[Saved entries]
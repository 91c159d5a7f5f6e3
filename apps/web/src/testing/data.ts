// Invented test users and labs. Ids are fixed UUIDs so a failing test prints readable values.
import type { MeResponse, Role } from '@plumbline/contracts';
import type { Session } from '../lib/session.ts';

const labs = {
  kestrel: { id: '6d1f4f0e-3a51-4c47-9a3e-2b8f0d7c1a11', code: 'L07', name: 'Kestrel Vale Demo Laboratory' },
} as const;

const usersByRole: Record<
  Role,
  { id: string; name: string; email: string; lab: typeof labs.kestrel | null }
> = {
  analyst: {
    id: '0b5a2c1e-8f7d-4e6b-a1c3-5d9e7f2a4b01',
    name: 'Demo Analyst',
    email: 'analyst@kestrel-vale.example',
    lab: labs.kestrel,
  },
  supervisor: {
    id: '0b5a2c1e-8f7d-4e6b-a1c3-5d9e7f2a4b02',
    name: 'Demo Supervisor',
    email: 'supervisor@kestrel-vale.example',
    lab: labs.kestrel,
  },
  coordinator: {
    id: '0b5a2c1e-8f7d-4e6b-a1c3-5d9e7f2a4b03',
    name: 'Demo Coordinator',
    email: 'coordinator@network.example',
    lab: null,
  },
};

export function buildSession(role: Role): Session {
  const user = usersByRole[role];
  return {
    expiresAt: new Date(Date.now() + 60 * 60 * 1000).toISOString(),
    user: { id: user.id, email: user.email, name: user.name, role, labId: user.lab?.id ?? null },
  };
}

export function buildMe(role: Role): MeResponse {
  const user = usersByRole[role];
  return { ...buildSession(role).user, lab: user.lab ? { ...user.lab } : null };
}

▸ Aim of the task:
Where a line of the entries contains the word "Demo", count it, then state the total and nothing else.

▸ Answer to the exercise:
4